═════ GIVEN DATA ═════
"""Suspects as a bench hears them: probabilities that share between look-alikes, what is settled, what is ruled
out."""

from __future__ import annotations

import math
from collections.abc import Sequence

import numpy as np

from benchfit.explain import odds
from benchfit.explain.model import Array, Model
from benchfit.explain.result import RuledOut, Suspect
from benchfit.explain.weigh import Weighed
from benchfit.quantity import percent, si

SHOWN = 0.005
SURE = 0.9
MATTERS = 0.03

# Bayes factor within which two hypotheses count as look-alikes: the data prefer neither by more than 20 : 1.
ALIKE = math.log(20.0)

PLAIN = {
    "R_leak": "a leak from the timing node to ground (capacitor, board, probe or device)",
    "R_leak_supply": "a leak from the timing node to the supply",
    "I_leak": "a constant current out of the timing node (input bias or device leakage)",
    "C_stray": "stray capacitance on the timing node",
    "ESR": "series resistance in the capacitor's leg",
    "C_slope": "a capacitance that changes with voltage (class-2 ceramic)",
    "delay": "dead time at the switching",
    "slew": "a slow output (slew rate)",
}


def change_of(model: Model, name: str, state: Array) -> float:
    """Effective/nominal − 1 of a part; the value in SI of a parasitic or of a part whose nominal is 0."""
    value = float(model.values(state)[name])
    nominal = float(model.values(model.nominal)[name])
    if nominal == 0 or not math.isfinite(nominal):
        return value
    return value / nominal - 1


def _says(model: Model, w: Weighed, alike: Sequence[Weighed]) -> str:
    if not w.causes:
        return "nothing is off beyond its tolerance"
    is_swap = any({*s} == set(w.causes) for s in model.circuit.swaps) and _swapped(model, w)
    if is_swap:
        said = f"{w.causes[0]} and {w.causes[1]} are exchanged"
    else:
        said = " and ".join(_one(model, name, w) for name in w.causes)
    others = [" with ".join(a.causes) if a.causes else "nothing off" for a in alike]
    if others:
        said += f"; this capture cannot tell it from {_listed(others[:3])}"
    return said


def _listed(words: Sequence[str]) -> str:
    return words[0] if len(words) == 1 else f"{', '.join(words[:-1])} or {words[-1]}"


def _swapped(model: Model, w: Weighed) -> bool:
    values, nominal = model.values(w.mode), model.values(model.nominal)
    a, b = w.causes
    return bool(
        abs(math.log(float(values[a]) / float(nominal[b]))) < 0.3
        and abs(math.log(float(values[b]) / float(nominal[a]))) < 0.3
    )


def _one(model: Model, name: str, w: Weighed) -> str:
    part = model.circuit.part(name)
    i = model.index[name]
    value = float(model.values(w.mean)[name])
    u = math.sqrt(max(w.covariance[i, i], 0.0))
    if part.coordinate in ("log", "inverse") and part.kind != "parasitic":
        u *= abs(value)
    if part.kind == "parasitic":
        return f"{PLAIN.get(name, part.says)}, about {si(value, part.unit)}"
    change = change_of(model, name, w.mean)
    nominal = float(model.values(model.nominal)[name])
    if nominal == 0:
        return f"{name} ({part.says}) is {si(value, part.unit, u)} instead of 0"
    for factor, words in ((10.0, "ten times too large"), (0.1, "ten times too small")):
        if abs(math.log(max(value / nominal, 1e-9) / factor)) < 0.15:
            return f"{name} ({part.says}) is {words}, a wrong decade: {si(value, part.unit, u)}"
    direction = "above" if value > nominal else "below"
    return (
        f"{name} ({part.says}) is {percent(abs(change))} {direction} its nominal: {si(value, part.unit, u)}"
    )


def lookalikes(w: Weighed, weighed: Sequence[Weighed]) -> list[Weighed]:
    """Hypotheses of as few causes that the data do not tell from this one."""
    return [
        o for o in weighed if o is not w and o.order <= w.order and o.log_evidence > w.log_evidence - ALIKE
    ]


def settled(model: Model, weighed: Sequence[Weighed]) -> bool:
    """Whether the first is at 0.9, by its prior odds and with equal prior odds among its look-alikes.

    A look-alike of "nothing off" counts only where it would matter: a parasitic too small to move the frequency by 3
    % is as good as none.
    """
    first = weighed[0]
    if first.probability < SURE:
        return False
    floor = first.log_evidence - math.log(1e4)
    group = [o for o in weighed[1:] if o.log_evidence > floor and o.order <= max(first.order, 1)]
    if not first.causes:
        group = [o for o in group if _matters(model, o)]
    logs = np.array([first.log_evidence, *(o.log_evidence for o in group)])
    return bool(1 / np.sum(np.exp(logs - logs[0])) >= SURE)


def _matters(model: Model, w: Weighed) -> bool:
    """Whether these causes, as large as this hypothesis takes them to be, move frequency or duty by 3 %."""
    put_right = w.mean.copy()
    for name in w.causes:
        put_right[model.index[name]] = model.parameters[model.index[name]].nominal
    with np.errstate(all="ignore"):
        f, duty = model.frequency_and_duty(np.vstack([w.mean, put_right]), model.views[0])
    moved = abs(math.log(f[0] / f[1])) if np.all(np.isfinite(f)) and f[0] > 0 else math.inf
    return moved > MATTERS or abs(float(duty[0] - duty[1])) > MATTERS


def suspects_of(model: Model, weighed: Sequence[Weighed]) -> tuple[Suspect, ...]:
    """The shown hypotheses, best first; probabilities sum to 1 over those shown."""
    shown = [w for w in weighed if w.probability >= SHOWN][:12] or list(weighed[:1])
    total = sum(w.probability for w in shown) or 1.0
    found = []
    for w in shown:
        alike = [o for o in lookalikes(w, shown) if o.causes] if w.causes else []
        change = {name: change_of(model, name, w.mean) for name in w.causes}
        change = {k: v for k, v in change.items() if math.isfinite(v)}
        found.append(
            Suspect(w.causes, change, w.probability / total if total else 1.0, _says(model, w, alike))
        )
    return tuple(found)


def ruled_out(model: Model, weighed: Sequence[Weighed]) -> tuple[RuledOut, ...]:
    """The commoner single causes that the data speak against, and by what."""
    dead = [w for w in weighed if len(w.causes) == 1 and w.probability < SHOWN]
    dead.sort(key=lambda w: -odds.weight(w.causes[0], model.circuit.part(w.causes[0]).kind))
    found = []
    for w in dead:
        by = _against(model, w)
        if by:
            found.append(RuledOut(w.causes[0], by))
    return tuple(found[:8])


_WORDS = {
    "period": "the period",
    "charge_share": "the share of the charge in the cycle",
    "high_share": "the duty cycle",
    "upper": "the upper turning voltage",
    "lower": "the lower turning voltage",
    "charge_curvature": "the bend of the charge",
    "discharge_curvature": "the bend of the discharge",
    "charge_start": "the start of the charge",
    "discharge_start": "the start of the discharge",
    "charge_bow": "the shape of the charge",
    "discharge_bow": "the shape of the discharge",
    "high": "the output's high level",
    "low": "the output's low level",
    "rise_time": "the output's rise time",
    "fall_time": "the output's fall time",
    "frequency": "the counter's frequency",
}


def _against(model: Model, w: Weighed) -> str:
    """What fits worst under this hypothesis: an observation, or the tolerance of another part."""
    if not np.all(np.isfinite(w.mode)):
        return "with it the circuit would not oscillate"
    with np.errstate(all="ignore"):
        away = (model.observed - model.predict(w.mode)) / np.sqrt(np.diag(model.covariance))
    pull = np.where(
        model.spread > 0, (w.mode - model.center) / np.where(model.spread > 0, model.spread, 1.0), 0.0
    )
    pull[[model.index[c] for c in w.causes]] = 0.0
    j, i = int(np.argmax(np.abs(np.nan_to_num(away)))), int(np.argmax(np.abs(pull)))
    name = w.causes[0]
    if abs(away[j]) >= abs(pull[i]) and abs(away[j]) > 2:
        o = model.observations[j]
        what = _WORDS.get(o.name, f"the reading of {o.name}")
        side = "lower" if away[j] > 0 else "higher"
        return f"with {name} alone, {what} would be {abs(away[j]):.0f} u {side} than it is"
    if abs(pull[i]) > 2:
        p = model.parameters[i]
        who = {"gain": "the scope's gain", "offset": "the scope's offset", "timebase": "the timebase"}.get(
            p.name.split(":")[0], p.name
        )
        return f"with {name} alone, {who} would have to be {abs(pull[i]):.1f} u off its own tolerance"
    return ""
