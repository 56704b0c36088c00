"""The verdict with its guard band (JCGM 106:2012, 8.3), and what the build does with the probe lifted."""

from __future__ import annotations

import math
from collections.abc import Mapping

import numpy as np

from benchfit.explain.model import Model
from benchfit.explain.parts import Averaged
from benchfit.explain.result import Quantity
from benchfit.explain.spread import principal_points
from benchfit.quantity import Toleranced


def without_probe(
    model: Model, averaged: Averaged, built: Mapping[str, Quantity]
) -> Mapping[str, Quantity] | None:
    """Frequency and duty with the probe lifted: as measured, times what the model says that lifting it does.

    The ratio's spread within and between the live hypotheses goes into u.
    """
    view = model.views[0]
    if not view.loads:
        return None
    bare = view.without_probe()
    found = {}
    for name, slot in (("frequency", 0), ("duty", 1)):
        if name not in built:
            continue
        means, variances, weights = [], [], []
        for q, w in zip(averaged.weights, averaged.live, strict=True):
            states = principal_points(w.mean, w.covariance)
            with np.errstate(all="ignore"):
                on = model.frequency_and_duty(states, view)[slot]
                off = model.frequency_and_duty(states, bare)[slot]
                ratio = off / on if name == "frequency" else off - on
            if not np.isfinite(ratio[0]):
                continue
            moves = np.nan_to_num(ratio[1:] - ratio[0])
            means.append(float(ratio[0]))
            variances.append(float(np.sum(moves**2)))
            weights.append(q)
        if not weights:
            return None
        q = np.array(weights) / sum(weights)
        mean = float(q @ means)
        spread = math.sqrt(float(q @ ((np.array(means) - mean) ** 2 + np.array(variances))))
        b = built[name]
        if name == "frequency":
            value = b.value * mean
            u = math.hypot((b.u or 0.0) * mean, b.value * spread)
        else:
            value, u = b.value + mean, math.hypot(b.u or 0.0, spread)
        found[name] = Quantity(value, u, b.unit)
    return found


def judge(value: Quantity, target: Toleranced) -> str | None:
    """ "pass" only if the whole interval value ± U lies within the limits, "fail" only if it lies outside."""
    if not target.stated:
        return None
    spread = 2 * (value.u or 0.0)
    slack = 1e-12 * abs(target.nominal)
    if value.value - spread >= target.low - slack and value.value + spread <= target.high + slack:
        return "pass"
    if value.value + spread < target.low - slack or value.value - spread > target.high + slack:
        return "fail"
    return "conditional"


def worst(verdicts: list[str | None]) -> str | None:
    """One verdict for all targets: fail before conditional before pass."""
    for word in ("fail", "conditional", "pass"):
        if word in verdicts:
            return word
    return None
═════
═════ GIVEN DATA ═════
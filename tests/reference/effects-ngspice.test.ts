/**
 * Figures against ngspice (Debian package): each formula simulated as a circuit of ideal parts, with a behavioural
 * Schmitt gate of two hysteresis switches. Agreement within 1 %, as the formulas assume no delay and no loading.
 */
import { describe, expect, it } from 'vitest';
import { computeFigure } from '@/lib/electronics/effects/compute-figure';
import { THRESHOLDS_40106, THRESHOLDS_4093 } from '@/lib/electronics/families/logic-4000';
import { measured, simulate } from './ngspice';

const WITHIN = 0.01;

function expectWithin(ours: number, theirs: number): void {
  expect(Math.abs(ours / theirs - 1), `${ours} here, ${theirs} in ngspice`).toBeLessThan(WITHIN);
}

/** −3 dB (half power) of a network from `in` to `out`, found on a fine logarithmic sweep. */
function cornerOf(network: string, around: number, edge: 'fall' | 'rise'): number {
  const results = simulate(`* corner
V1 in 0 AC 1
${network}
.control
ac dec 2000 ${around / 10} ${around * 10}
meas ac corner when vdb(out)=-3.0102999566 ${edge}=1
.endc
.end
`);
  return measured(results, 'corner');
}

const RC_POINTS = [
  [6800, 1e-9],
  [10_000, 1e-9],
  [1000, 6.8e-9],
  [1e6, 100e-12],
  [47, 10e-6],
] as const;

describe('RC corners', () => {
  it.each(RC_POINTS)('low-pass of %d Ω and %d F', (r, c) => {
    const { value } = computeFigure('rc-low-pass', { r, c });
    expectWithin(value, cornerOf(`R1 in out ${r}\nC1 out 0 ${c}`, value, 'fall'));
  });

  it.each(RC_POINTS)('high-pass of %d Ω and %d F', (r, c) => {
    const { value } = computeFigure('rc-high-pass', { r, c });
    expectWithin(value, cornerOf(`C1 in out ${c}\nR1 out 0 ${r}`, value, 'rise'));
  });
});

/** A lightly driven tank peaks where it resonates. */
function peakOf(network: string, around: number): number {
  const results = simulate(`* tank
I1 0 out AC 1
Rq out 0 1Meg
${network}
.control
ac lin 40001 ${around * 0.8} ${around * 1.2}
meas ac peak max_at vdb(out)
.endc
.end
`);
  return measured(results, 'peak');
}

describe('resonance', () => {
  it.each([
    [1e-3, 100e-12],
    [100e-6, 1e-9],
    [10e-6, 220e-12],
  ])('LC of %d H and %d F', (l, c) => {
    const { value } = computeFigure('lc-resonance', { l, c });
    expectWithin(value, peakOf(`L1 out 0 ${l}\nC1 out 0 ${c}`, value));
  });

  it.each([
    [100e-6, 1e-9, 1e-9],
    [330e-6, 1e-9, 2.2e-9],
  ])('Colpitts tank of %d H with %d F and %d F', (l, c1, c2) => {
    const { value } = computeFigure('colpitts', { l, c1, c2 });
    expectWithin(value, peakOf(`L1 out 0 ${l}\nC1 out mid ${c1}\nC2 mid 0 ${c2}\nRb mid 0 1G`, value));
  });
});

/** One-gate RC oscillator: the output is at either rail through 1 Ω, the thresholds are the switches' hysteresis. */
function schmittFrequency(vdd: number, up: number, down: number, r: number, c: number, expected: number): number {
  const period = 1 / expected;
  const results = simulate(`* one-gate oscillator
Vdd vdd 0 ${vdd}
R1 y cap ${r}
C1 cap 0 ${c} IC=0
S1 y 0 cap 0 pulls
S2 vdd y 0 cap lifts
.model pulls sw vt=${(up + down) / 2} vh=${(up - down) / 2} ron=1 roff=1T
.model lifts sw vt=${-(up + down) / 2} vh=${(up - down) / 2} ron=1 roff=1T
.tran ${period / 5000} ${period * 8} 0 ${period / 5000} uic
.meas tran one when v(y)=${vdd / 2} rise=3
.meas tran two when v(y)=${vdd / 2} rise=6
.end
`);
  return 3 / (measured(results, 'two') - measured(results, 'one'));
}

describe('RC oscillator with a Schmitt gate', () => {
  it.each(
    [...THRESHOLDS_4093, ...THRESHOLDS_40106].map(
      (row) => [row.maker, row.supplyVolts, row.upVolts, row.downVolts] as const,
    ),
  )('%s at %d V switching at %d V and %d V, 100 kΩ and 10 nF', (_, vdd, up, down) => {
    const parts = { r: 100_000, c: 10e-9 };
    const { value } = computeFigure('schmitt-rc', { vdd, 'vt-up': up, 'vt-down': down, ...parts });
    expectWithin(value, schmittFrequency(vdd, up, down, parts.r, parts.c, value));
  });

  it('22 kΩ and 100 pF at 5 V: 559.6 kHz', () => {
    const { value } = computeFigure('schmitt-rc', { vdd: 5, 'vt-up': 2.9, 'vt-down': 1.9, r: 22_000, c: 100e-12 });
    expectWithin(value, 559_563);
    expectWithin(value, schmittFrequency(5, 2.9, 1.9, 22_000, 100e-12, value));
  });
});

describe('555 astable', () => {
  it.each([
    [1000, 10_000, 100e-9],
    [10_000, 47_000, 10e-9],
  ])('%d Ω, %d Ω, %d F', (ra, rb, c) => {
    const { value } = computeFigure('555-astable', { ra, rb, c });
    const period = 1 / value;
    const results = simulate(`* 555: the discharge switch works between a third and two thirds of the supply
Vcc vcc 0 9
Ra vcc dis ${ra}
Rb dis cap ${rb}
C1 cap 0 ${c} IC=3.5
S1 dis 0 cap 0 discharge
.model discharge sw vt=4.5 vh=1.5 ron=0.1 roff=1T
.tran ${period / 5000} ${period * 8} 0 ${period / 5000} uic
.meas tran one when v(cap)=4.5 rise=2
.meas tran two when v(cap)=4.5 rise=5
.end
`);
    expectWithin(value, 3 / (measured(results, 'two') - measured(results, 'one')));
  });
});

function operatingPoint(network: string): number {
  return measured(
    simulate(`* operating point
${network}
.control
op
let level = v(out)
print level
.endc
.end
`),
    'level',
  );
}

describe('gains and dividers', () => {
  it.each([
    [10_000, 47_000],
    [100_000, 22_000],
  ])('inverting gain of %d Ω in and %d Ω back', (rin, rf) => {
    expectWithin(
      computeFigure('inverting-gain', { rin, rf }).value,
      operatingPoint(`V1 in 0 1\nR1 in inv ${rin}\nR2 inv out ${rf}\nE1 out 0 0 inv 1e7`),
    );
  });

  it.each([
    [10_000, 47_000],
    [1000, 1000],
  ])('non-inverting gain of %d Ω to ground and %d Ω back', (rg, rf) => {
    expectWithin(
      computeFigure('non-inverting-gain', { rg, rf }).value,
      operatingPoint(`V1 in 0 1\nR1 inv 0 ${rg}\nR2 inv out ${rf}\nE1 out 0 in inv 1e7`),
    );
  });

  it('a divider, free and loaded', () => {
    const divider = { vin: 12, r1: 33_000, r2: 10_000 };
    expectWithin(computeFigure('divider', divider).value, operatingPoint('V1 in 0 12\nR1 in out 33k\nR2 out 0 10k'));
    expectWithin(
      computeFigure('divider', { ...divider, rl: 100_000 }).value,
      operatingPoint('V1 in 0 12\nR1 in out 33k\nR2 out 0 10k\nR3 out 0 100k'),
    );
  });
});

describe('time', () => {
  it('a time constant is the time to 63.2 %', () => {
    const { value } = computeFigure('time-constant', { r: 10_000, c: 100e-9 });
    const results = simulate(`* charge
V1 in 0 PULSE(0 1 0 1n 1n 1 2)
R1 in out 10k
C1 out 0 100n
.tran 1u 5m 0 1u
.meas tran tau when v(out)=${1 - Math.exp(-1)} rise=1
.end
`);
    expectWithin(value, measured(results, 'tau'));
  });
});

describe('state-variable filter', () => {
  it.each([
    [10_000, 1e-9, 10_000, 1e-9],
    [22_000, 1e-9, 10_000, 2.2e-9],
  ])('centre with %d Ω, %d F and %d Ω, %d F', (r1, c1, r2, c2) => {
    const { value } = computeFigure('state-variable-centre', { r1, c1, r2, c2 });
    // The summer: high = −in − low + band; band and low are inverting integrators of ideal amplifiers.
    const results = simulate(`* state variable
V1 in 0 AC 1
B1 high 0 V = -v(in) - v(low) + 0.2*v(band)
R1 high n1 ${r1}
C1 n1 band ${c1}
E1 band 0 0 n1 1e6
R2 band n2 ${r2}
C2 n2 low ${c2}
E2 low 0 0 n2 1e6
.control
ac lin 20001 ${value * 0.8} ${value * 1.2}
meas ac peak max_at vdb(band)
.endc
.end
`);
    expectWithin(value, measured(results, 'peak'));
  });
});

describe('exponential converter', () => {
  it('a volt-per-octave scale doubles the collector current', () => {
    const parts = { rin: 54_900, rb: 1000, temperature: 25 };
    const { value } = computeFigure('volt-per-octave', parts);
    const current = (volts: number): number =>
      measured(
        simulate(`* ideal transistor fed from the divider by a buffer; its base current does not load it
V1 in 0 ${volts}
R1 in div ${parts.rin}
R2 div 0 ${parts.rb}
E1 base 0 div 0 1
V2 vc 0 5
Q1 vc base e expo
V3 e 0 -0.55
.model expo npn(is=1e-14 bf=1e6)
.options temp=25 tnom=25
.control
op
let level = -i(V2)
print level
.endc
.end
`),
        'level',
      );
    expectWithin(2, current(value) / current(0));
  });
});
═════
— DESCRIPTION OF THE TASK —
Which lines of the records contain "switching"? Show each of them.

— SOLVED EXERCISE —
    "delay": "dead time at the switching",
  )('%s at %d V switching at %d V and %d V, 100 kΩ and 10 nF', (_, vdd, up, down) => {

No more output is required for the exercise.